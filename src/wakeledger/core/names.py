"""The vocabulary: every variable and every row, what it means, its unit and its positive sense.

Names are data: attributes of arrays come from these tables through `stamp`, never through arithmetic.
"""

from __future__ import annotations

from collections.abc import Mapping
from dataclasses import dataclass
from types import MappingProxyType
from typing import TYPE_CHECKING

if TYPE_CHECKING:
    import xarray as xr


@dataclass(frozen=True)
class Variable:
    """Meaning of one variable.

    Attributes
    ----------
    long_name : str
        What it is, with its positive sense where it has one.
    unit : str
        UDUNITS string of the SI unit used inside.
    standard_name : str or None
        CF standard name, where one exists.
    """

    long_name: str
    unit: str
    standard_name: str | None = None


def _table(**entries: Variable) -> Mapping[str, Variable]:
    return MappingProxyType(entries)


#: Variables a data file may give at each point (``[plane.columns]``).
VARIABLES: Mapping[str, Variable] = _table(
    u=Variable("velocity along x, positive downstream", "m s-1"),
    v=Variable("velocity along y, positive to starboard", "m s-1"),
    w=Variable("velocity along z, positive up", "m s-1"),
    speed=Variable("magnitude of the velocity", "m s-1"),
    pitch=Variable("flow pitch angle atan2(w, u), positive for upwash", "rad"),
    yaw=Variable("flow yaw angle asin(v/|V|), positive towards starboard", "rad"),
    total_pressure=Variable("total pressure", "Pa"),
    static_pressure=Variable("static pressure", "Pa", "air_pressure"),
    density=Variable("density of the air", "kg m-3", "air_density"),
    temperature=Variable("static temperature", "K", "air_temperature"),
    total_temperature=Variable("total temperature", "K"),
    turbulent_viscosity=Variable("dynamic turbulent viscosity", "Pa s"),
    reynolds_stress_uu=Variable("mean square of the fluctuation of u", "m2 s-2"),
    reynolds_stress_vv=Variable("mean square of the fluctuation of v", "m2 s-2"),
    reynolds_stress_ww=Variable("mean square of the fluctuation of w", "m2 s-2"),
    reynolds_stress_uv=Variable("mean product of the fluctuations of u and v", "m2 s-2"),
    reynolds_stress_uw=Variable("mean product of the fluctuations of u and w", "m2 s-2"),
    reynolds_stress_vw=Variable("mean product of the fluctuations of v and w", "m2 s-2"),
    **{f"p{number}": Variable(f"pressure of hole {number} of the probe, 1 the centre", "Pa") for number in range(1, 8)},
    reference_dynamic_pressure=Variable("dynamic pressure of the stream while the point was taken", "Pa"),
    reference_static_pressure=Variable("static pressure of the stream while the point was taken", "Pa"),
    time=Variable("time at which the point was taken", "s"),
)

#: Variables of a plane in wind axes, as kept in the archive.
PLANE_VARIABLES: Mapping[str, Variable] = _table(
    y=Variable("distance to starboard", "m"),
    z=Variable("height, positive up", "m"),
    x=Variable("distance behind the trailing edge, positive downstream", "m"),
    u=VARIABLES["u"],
    v=VARIABLES["v"],
    w=VARIABLES["w"],
    total_pressure=VARIABLES["total_pressure"],
    static_pressure=VARIABLES["static_pressure"],
    density=VARIABLES["density"],
    temperature=VARIABLES["temperature"],
    axial_vorticity=Variable("axial vorticity dw/dy - dv/dz, positive counter-clockwise seen from behind", "s-1"),
    crossflow_divergence=Variable("divergence of the crossflow dv/dy + dw/dz", "s-1"),
    stream_function=Variable("stream function of the crossflow, v = d(psi)/dz, w = -d(psi)/dy", "m2 s-1"),
    total_pressure_loss=Variable("total pressure of the undisturbed stream minus the local one", "Pa"),
    wake_mask=Variable("1 inside the wake region, 0 outside", "1"),
    flag=Variable("quality flags of each cell", "1", "quality_flag"),
)

#: Rows of the ledger: meaning and unit (a section's drag is per unit span).
ROWS: Mapping[str, Variable] = _table(
    profile_drag=Variable("profile drag, positive downstream", "N"),
    induced_drag=Variable("induced drag as tested, positive downstream", "N"),
    induced_drag_free_air=Variable("induced drag the same wake has in free air, positive downstream", "N"),
    wave_drag=Variable("wave drag, positive downstream", "N"),
    residual_drag=Variable("drag of the axial velocity disturbance and the crossflow's divergence, paired", "N"),
    numerical_drag=Variable("drag of the loss away from wake and shock, in no other row, positive downstream", "N"),
    total_drag=Variable("total drag, positive downstream", "N"),
    lift=Variable("lift, positive up", "N"),
    side_force=Variable("side force, positive to starboard", "N"),
    rolling_moment=Variable("rolling moment, positive starboard wing down", "N m"),
    root_bending_moment=Variable("root bending moment of one half, positive tip up", "N m"),
    induced_drag_minimum=Variable("least induced drag for this lift and trailing edge", "N"),
    span_efficiency=Variable("span efficiency C_L^2/(pi A C_Di)", "1"),
    section_drag=Variable("section drag per unit span, positive downstream", "N/m"),
)

#: Methods by row, the primary one first.
METHODS: Mapping[str, tuple[str, ...]] = MappingProxyType(
    {
        "profile_drag": ("betz_area", "entropy_area"),
        "induced_drag": ("vorticity_area", "energy_area", "wake_line", "vortex_sum"),
        "total_drag": ("sum_of_rows", "momentum_area"),
        "lift": ("vorticity_area", "wake_line"),
        "section_drag": ("jones", "betz", "momentum"),
    }
)

#: Checks of the ledger, in the order in which they are printed.
CHECKS: tuple[str, ...] = (
    "net_circulation",
    "mass_balance",
    "edge_vorticity",
    "edge_total_pressure_loss",
    "core_resolution",
    "noise_bias",
    "declared_noise",
    "outer_flow",
    "missing_points",
    "probe_range",
)


def stamp(array: xr.DataArray, name: str, *, table: Mapping[str, Variable] = PLANE_VARIABLES) -> xr.DataArray:
    """Give an array its name and attributes from the table, dropping whatever it carried.

    Parameters
    ----------
    array : DataArray
        Values in the table's SI unit.
    name : str
        Key of `table`.
    table : mapping, optional
        Which vocabulary to take the meaning from.

    Returns
    -------
    DataArray
        A copy with ``units``, ``long_name`` and, where it exists, ``standard_name``.

    Raises
    ------
    KeyError
        If the table has no such name.
    """
    meaning = table[name]
    attributes = {"units": meaning.unit, "long_name": meaning.long_name}
    if meaning.standard_name:
        attributes["standard_name"] = meaning.standard_name
    stamped = array.copy(deep=False)
    stamped.attrs = attributes
    stamped.name = name
    return stamped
++++
■ Instructions to follow: Restate the material word for word so that no line differs from the original.

■ Result of this exercise:
filename src/wakeledger/core/names.py
"""The vocabulary: every variable and every row, what it means, its unit and its positive sense.

Names are data: attributes of arrays come from these tables through `stamp`, never through arithmetic.
"""

from __future__ import annotations

from collections.abc import Mapping
from dataclasses import dataclass
from types import MappingProxyType
from typing import TYPE_CHECKING

if TYPE_CHECKING:
    import xarray as xr


@dataclass(frozen=True)
class Variable:
    """Meaning of one variable.

    Attributes
    ----------
    long_name : str
        What it is, with its positive sense where it has one.
    unit : str
        UDUNITS string of the SI unit used inside.
    standard_name : str or None
        CF standard name, where one exists.
    """

    long_name: str
    unit: str
    standard_name: str | None = None


def _table(**entries: Variable) -> Mapping[str, Variable]:
    return MappingProxyType(entries)


#: Variables a data file may give at each point (``[plane.columns]``).
VARIABLES: Mapping[str, Variable] = _table(
    u=Variable("velocity along x, positive downstream", "m s-1"),
    v=Variable("velocity along y, positive to starboard", "m s-1"),
    w=Variable("velocity along z, positive up", "m s-1"),
    speed=Variable("magnitude of the velocity", "m s-1"),
    pitch=Variable("flow pitch angle atan2(w, u), positive for upwash", "rad"),
    yaw=Variable("flow yaw angle asin(v/|V|), positive towards starboard", "rad"),
    total_pressure=Variable("total pressure", "Pa"),
    static_pressure=Variable("static pressure", "Pa", "air_pressure"),
    density=Variable("density of the air", "kg m-3", "air_density"),
    temperature=Variable("static temperature", "K", "air_temperature"),
    total_temperature=Variable("total temperature", "K"),
    turbulent_viscosity=Variable("dynamic turbulent viscosity", "Pa s"),
    reynolds_stress_uu=Variable("mean square of the fluctuation of u", "m2 s-2"),
    reynolds_stress_vv=Variable("mean square of the fluctuation of v", "m2 s-2"),
    reynolds_stress_ww=Variable("mean square of the fluctuation of w", "m2 s-2"),
    reynolds_stress_uv=Variable("mean product of the fluctuations of u and v", "m2 s-2"),
    reynolds_stress_uw=Variable("mean product of the fluctuations of u and w", "m2 s-2"),
    reynolds_stress_vw=Variable("mean product of the fluctuations of v and w", "m2 s-2"),
    **{f"p{number}": Variable(f"pressure of hole {number} of the probe, 1 the centre", "Pa") for number in range(1, 8)},
    reference_dynamic_pressure=Variable("dynamic pressure of the stream while the point was taken", "Pa"),
    reference_static_pressure=Variable("static pressure of the stream while the point was taken", "Pa"),
    time=Variable("time at which the point was taken", "s"),
)

#: Variables of a plane in wind axes, as kept in the archive.
PLANE_VARIABLES: Mapping[str, Variable] = _table(
    y=Variable("distance to starboard", "m"),
    z=Variable("height, positive up", "m"),
    x=Variable("distance behind the trailing edge, positive downstream", "m"),
    u=VARIABLES["u"],
    v=VARIABLES["v"],
    w=VARIABLES["w"],
    total_pressure=VARIABLES["total_pressure"],
    static_pressure=VARIABLES["static_pressure"],
    density=VARIABLES["density"],
    temperature=VARIABLES["temperature"],
    axial_vorticity=Variable("axial vorticity dw/dy - dv/dz, positive counter-clockwise seen from behind", "s-1"),
    crossflow_divergence=Variable("divergence of the crossflow dv/dy + dw/dz", "s-1"),
    stream_function=Variable("stream function of the crossflow, v = d(psi)/dz, w = -d(psi)/dy", "m2 s-1"),
    total_pressure_loss=Variable("total pressure of the undisturbed stream minus the local one", "Pa"),
    wake_mask=Variable("1 inside the wake region, 0 outside", "1"),
    flag=Variable("quality flags of each cell", "1", "quality_flag"),
)

#: Rows of the ledger: meaning and unit (a section's drag is per unit span).
ROWS: Mapping[str, Variable] = _table(
    profile_drag=Variable("profile drag, positive downstream", "N"),
    induced_drag=Variable("induced drag as tested, positive downstream", "N"),
    induced_drag_free_air=Variable("induced drag the same wake has in free air, positive downstream", "N"),
    wave_drag=Variable("wave drag, positive downstream", "N"),
    residual_drag=Variable("drag of the axial velocity disturbance and the crossflow's divergence, paired", "N"),
    numerical_drag=Variable("drag of the loss away from wake and shock, in no other row, positive downstream", "N"),
    total_drag=Variable("total drag, positive downstream", "N"),
    lift=Variable("lift, positive up", "N"),
    side_force=Variable("side force, positive to starboard", "N"),
    rolling_moment=Variable("rolling moment, positive starboard wing down", "N m"),
    root_bending_moment=Variable("root bending moment of one half, positive tip up", "N m"),
    induced_drag_minimum=Variable("least induced drag for this lift and trailing edge", "N"),
    span_efficiency=Variable("span efficiency C_L^2/(pi A C_Di)", "1"),
    section_drag=Variable("section drag per unit span, positive downstream", "N/m"),
)

#: Methods by row, the primary one first.
METHODS: Mapping[str, tuple[str, ...]] = MappingProxyType(
    {
        "profile_drag": ("betz_area", "entropy_area"),
        "induced_drag": ("vorticity_area", "energy_area", "wake_line", "vortex_sum"),
        "total_drag": ("sum_of_rows", "momentum_area"),
        "lift": ("vorticity_area", "wake_line"),
        "section_drag": ("jones", "betz", "momentum"),
    }
)

#: Checks of the ledger, in the order in which they are printed.
CHECKS: tuple[str, ...] = (
    "net_circulation",
    "mass_balance",
    "edge_vorticity",
    "edge_total_pressure_loss",
    "core_resolution",
    "noise_bias",
    "declared_noise",
    "outer_flow",
    "missing_points",
    "probe_range",
)


def stamp(array: xr.DataArray, name: str, *, table: Mapping[str, Variable] = PLANE_VARIABLES) -> xr.DataArray:
    """Give an array its name and attributes from the table, dropping whatever it carried.

    Parameters
    ----------
    array : DataArray
        Values in the table's SI unit.
    name : str
        Key of `table`.
    table : mapping, optional
        Which vocabulary to take the meaning from.

    Returns
    -------
    DataArray
        A copy with ``units``, ``long_name`` and, where it exists, ``standard_name``.

    Raises
    ------
    KeyError
        If the table has no such name.
    """
    meaning = table[name]
    attributes = {"units": meaning.unit, "long_name": meaning.long_name}
    if meaning.standard_name:
        attributes["standard_name"] = meaning.standard_name
    stamped = array.copy(deep=False)
    stamped.attrs = attributes
    stamped.name = name
    return stamped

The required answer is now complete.